The bill we have before us allows for the indefinite detention of terror suspects, including U.S. citizens, without being charged and without the right to a trial. If enacted, this would be the first time since the McCarthy era that Congress has authorized the indefinite imprisonment of American citizens without this fundamental right.
The bill's detainee provisions undermine our national security and violate the Constitutional principles we all adhere to. If we are truly considering the Nation's best interests--we should strip this bill of these harmful provisions.
The federal criminal justice system has worked effectively to prosecute suspected terrorists throughout both the Bush and Obama administrations. This system has proven invaluable in producing counterterrorism information precisely because it provides incentives for suspects to cooperate.
Further, the detainee provisions in this bill do not provide the president with the flexibility that is needed to successfully combat terrorism.

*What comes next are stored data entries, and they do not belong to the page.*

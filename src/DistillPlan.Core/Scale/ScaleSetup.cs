using DistillPlan.Core.Planning;
using DistillPlan.Core.Planning.Settings;
using DistillPlan.Core.Quantities;
using DistillPlan.Core.Reports;

namespace DistillPlan.Core.Scale;

/// <summary>The condenser's capacity: a rated figure, or U·A times the mean temperature difference to the coolant.</summary>
/// <param name="RatedW">The rating the user gave [W], or null.</param>
/// <param name="AreaM2">Cooling area [m²] (unused with a rating).</param>
/// <param name="UWPerM2K">Its U [W/(m²·K)].</param>
public sealed record CondenserRating(double? RatedW, double AreaM2, double UWPerM2K)
{
    /// <summary>
    /// Heat it can take from vapour condensing at <paramref name="vapor"/> with coolant entering
    /// at <paramref name="coolant"/> [W]: the rating, or U·A·ΔT_lm with the coolant warming by
    /// <see cref="ScaleRules.CoolantRiseK"/> (docs/methods.md, Heat and time). Zero when the
    /// vapour is no warmer than the coolant.
    /// </summary>
    public double CapacityW(Temperature vapor, Temperature coolant)
    {
        if (RatedW is double w) return w;
        double inlet = vapor.Kelvin - coolant.Kelvin, outlet = inlet - ScaleRules.CoolantRiseK;
        if (inlet <= 0) return 0;
        double lmtd = outlet <= 0 ? inlet / 2 : (inlet - outlet) / Math.Log(inlet / outlet);
        return UWPerM2K * AreaM2 * lmtd;
    }
}

/// <summary>
/// The size side of a plan, resolved: the heated geometry, U, the condenser, the pump's speed,
/// the leak, the charge's volume and the start temperature, with the defaults listed as
/// assumptions. Built from the equipment settings and the charge.
/// </summary>
public sealed record ScaleSetup
{
    /// <summary>The heated wall.</summary>
    public required IHeatedGeometry Geometry { get; init; }
    /// <summary>Overall U, bath or jacket to the boiling liquid [W/(m²·K)].</summary>
    public required double UWPerM2K { get; init; }
    /// <summary>The condenser.</summary>
    public required CondenserRating Condenser { get; init; }
    /// <summary>Pumping speed [m³/s].</summary>
    public required double PumpSpeedM3PerS { get; init; }
    /// <summary>Air leaking in [kg/s].</summary>
    public required double LeakAirKgPerS { get; init; }
    /// <summary>The charge's temperature before heating.</summary>
    public required Temperature Start { get; init; }
    /// <summary>Liquid volume of the charge [m³] (solvents at their tabulated densities, ideal mixing).</summary>
    public required double ChargeM3 { get; init; }
    /// <summary>Flask size or vessel working volume [m³].</summary>
    public required double ContainerM3 { get; init; }
    /// <summary>Lowest volume to keep (vessel: stirred and wetted) [m³].</summary>
    public required double MinimumM3 { get; init; }
    /// <summary>Highest fill [m³].</summary>
    public required double MaximumM3 { get; init; }
    /// <summary>Multiply the charge's moles by this to get real amounts (1 unless the size was assumed for a relative charge).</summary>
    public required double MolesScale { get; init; }
    /// <summary>True for a jacketed vessel.</summary>
    public required bool Vessel { get; init; }
    /// <summary>The size values the plan assumed, with their bases.</summary>
    public required IReadOnlyList<Assumption> Assumptions { get; init; }

    /// <summary>
    /// Resolves the setup, or returns null with the reason when the size is unknown (a relative
    /// charge and no flask or vessel, a solvent without a density, a charge beyond a 20 L flask
    /// with no vessel given). A container smaller than the charge is bad input.
    /// </summary>
    public static ScaleSetup? Resolve(Charge charge, Equipment e, out string? reason)
    {
        reason = null;
        var solvents = charge.Components.Select(c => c.Solvent).ToList();
        if (solvents.Any(s => s.MolarVolumeM3PerMol is null))
        {
            reason = "no liquid density for " + string.Join(", ", solvents.Where(s => s.MolarVolumeM3PerMol is null).Select(s => s.Name));
            return null;
        }
        var list = new List<Assumption>();
        double volume = charge.Components.Sum(c => c.Moles * c.Solvent.MolarVolumeM3PerMol!.Value);
        double scale = 1;
        double container;
        if (charge.IsRelative)
        {
            if (e.NominalVolumeM3 is not double given)
            {
                reason = "the charge has no amounts; give them with units (250mL, 2L, 180kg) or a --flask or --vessel";
                return null;
            }
            // Only the composition is known: fill a flask half (the usual limit), a vessel to its working volume.
            double fill = e.IsVessel ? given : 0.5 * given;
            fill = e.MaximumVolumeM3 is double max ? Math.Min(fill, max) : fill;
            scale = fill / volume;
            volume = fill;
            list.Add(new("charge-volume", "charge volume", Quantity.Number(volume * 1e3, "L"), true,
                e.IsVessel ? "the charge has no amounts: the vessel filled to its working volume" : "the charge has no amounts: the flask filled half, the usual limit; " + ScaleRules.RuleOfThumb));
            container = given;
        }
        else if (e.NominalVolumeM3 is double given)
        {
            if (volume > given * (1 + 1e-9))
                throw new InputException(e.IsVessel ? "--vessel" : "--flask", ScaleUnits.Litres(given),
                    $"a {(e.IsVessel ? "vessel" : "flask")} that holds the charge ({ScaleUnits.Litres(volume)})");
            container = given;
        }
        else if (FlaskGeometry.SmallestHolding(volume) is double flask)
        {
            container = flask;
            list.Add(new("flask", "evaporator flask", Quantity.Number(flask * 1e3, "L"), true,
                "the smallest usual flask the charge fills at most half; " + ScaleRules.RuleOfThumb));
        }
        else
        {
            reason = $"the charge ({ScaleUnits.Litres(volume)}) is more than a 20 L flask holds half full; give --vessel for a jacketed vessel (or --flask)";
            return null;
        }

        IHeatedGeometry geometry = e.HeatTransferAreaM2 is double area ? new FixedArea(area)
            : e.IsVessel ? new VesselGeometry(container) : new FlaskGeometry(container);
        list.Add(new("geometry", "heated area from", Quantity.Words(geometry.Describe()), e.HeatTransferAreaM2 is null, e.HeatTransferAreaM2 is null ? ScaleRules.RuleOfThumb : "given"));

        double u = e.HeatTransferWPerM2K ?? (e.IsVessel ? ScaleRules.VesselUWPerM2K : ScaleRules.FlaskUWPerM2K);
        if (e.HeatTransferWPerM2K is null)
            list.Add(new("heat-transfer", "overall heat-transfer coefficient U", Quantity.Number(u, "W/(m² K)"), true,
                (e.IsVessel ? "jacketed vessel, 150–500 W/(m² K); " : "rotating flask in a bath, 300–600 W/(m² K); ") + ScaleRules.RuleOfThumb));

        CondenserRating condenser;
        if (e.CondenserCapacityW is double rated) condenser = new(rated, 0, 0);
        else
        {
            double uc = e.IsVessel ? ScaleRules.PlantCondenserUWPerM2K : ScaleRules.GlassCondenserUWPerM2K;
            double ac = e.CondenserAreaM2 ?? (e.IsVessel ? ScaleRules.VesselCondenserAreaPer250LM2 * Math.Pow(container / 0.25, 2.0 / 3) : ScaleRules.FlaskCondenserAreaM2);
            condenser = new(null, ac, uc);
            if (e.CondenserAreaM2 is null)
                list.Add(new("condenser-area", "condenser area", Quantity.Number(ac, "m²"), true,
                    (e.IsVessel ? "plant condenser, 1 m² per 250 L scaled with volume^(2/3); " : "laboratory coil condenser, 0.1–0.3 m²; ") + ScaleRules.RuleOfThumb));
            list.Add(new("condenser-u", "condenser U", Quantity.Number(uc, "W/(m² K)"), true,
                (e.IsVessel ? "plant condenser under vacuum with some inert gas; " : "glass coil under vacuum: 0.2 m² handles a few hundred watts; ") + ScaleRules.RuleOfThumb
                + $"; coolant warms {ScaleRules.CoolantRiseK:0} K through it"));
        }

        double speed = e.PumpSpeedM3PerS ?? (e.IsVessel ? ScaleRules.VesselPumpSpeedM3PerH(container) : ScaleRules.LabPumpSpeedM3PerH(e.Pump)) / 3600;
        if (e.PumpSpeedM3PerS is null)
            list.Add(new("pump-speed", "pumping speed", Quantity.Number(speed * 3600, "m³/h"), true,
                (e.IsVessel ? "40 m³/h per m³ of working volume, at least 10 m³/h; " : $"a laboratory {Equipment.Word(e.Pump)}; ") + ScaleRules.RuleOfThumb));

        double leak = LeakKgPerS(e, container);
        if (e.LeakAirKgPerS is null)
            list.Add(new("leak-rate", "air leak into the vacuum", Quantity.Number(leak * 3.6e6, "g/h"), true,
                (e.IsVessel ? "plant vessel, 0.5–5 kg/h; 1 kg/h per m³^(2/3), at least 0.5 kg/h; " : "tight laboratory glassware leaks 0.4–4 g/h of air; ") + ScaleRules.RuleOfThumb));

        double minimum = e.MinimumVolumeM3 ?? (e.IsVessel ? ScaleRules.VesselMinimumShare * container : 0);
        if (e.IsVessel && e.MinimumVolumeM3 is null)
            list.Add(new("min-volume", "minimum (stirred) volume", Quantity.Number(minimum * 1e3, "L"), true,
                "a quarter of the working volume keeps the impeller and the lowest jacket level covered; " + ScaleRules.RuleOfThumb));
        double maximum = e.MaximumVolumeM3 ?? (e.IsVessel ? container : 0.5 * container);

        return new ScaleSetup
        {
            Geometry = geometry, UWPerM2K = u, Condenser = condenser, PumpSpeedM3PerS = speed, LeakAirKgPerS = leak,
            Start = e.StartTemperature ?? Temperature.FromCelsius(20), ChargeM3 = volume, ContainerM3 = container,
            MinimumM3 = minimum, MaximumM3 = maximum, MolesScale = scale, Vessel = e.IsVessel, Assumptions = list,
        };
    }

    /// <summary>The air leak [kg/s]: the one given, else the rule of thumb for glassware or for a vessel of this size.</summary>
    public static double LeakKgPerS(Equipment e, double containerM3) => e.LeakAirKgPerS ?? (e.IsVessel
        ? Math.Max(0.5, ScaleRules.VesselLeakPerM3KgPerH * Math.Pow(containerM3, 2.0 / 3)) / 3600
        : ScaleUnits.ThroughputToKgPerS(ScaleRules.GlasswareLeakPaM3PerS));
}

Many of our Nation's most respected military leaders and national security leadership have come out against the detention provisions in this bill. In the past weeks, the director of the FBI, director of National Intelligence, Secretary of Defense, and head of the National Security Division at the Department of Justice have all spoken out against these detainee provisions.
Instead of protecting our Nation, these detainee provisions will ultimately make our Nation less safe at a time when we need every counterterrorism tool available to defend our Nation from terrorist threats.
We will not defend our country by shredding the Constitution or denying U.S. citizens of their most fundamental rights. We can defend our country while securing the basic freedoms that make America unique among the community of nations.
I urge Members to respect our fundamental constitutional rights and protect our country's security by opposing this bill.